What you are asked to do: Quote exactly and only this range of lines in the data below: the line that holds "return np.array([1.0, 1.0, *base.offset])" to the line that holds "point, for messages", both included.
■ ■ ■ ■ ■
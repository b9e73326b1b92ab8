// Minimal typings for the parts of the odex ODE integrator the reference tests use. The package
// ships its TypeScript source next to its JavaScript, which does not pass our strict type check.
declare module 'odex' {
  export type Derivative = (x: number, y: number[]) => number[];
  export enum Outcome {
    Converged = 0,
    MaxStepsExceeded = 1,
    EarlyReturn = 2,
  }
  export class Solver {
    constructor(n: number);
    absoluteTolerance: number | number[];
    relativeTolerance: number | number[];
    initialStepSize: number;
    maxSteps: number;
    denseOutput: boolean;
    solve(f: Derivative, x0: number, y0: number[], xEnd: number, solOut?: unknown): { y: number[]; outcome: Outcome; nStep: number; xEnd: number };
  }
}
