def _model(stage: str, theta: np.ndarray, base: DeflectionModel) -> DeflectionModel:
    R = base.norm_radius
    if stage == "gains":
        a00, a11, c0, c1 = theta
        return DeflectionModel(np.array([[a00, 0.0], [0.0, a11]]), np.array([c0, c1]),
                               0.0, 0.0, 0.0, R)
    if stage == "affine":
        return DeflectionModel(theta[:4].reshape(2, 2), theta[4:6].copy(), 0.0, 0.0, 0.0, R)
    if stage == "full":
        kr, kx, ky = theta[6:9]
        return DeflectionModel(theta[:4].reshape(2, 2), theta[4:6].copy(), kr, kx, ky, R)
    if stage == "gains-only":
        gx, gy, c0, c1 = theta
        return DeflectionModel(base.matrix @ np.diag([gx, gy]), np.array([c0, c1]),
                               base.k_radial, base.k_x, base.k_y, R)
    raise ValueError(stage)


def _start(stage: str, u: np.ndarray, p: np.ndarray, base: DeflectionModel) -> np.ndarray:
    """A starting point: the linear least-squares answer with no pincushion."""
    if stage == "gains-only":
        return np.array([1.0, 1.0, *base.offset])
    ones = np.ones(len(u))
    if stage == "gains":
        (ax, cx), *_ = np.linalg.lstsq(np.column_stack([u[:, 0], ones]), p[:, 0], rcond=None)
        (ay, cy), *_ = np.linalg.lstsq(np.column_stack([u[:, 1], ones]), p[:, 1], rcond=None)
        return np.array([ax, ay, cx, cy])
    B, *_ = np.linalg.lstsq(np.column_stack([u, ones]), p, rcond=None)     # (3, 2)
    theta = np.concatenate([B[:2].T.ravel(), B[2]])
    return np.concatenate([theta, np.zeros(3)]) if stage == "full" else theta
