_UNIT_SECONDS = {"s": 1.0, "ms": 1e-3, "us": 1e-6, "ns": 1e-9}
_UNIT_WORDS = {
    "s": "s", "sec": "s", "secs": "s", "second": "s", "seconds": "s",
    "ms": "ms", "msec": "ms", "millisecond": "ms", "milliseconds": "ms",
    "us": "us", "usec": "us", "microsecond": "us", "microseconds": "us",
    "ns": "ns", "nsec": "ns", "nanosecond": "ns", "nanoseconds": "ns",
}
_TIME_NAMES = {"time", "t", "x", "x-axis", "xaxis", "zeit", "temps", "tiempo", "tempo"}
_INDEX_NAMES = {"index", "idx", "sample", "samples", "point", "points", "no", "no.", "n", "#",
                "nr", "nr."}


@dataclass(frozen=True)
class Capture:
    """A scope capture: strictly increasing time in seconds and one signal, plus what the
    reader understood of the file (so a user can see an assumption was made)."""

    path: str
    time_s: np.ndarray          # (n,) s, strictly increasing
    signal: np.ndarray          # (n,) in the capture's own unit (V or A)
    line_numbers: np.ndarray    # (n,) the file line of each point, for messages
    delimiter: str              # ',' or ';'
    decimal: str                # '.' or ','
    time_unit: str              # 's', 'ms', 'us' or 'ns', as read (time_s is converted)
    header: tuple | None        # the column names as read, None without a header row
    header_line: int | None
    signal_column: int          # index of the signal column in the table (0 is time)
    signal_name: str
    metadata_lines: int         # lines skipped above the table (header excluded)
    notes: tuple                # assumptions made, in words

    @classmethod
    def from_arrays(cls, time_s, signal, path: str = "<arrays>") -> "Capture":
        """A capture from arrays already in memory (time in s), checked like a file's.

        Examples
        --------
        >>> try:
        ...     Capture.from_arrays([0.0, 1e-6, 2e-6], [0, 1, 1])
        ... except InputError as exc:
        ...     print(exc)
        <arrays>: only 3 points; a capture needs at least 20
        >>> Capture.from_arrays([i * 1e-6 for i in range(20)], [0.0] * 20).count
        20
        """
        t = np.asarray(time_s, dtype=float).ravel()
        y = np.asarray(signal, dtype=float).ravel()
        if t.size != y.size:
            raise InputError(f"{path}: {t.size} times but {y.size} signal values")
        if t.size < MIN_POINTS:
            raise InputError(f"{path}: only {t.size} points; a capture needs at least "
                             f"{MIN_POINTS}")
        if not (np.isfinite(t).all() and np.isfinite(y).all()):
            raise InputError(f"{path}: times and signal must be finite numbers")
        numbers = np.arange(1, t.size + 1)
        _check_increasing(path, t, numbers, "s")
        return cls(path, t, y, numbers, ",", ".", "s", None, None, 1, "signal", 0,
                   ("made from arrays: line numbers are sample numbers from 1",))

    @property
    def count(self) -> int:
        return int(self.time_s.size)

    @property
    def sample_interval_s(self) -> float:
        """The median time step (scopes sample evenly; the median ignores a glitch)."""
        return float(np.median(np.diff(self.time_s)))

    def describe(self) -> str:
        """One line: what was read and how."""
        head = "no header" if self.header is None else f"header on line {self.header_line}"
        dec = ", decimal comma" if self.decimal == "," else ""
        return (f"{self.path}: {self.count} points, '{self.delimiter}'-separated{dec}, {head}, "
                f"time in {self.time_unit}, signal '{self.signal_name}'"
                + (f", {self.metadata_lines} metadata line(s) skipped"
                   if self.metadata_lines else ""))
■ ■ ■ ■ ■
Your response:
        return np.array([1.0, 1.0, *base.offset])
    ones = np.ones(len(u))
    if stage == "gains":
        (ax, cx), *_ = np.linalg.lstsq(np.column_stack([u[:, 0], ones]), p[:, 0], rcond=None)
        (ay, cy), *_ = np.linalg.lstsq(np.column_stack([u[:, 1], ones]), p[:, 1], rcond=None)
        return np.array([ax, ay, cx, cy])
    B, *_ = np.linalg.lstsq(np.column_stack([u, ones]), p, rcond=None)     # (3, 2)
    theta = np.concatenate([B[:2].T.ravel(), B[2]])
    return np.concatenate([theta, np.zeros(3)]) if stage == "full" else theta
_UNIT_SECONDS = {"s": 1.0, "ms": 1e-3, "us": 1e-6, "ns": 1e-9}
_UNIT_WORDS = {
    "s": "s", "sec": "s", "secs": "s", "second": "s", "seconds": "s",
    "ms": "ms", "msec": "ms", "millisecond": "ms", "milliseconds": "ms",
    "us": "us", "usec": "us", "microsecond": "us", "microseconds": "us",
    "ns": "ns", "nsec": "ns", "nanosecond": "ns", "nanoseconds": "ns",
}
_TIME_NAMES = {"time", "t", "x", "x-axis", "xaxis", "zeit", "temps", "tiempo", "tempo"}
_INDEX_NAMES = {"index", "idx", "sample", "samples", "point", "points", "no", "no.", "n", "#",
                "nr", "nr."}


@dataclass(frozen=True)
class Capture:
    """A scope capture: strictly increasing time in seconds and one signal, plus what the
    reader understood of the file (so a user can see an assumption was made)."""

    path: str
    time_s: np.ndarray          # (n,) s, strictly increasing
    signal: np.ndarray          # (n,) in the capture's own unit (V or A)
    line_numbers: np.ndarray    # (n,) the file line of each point, for messages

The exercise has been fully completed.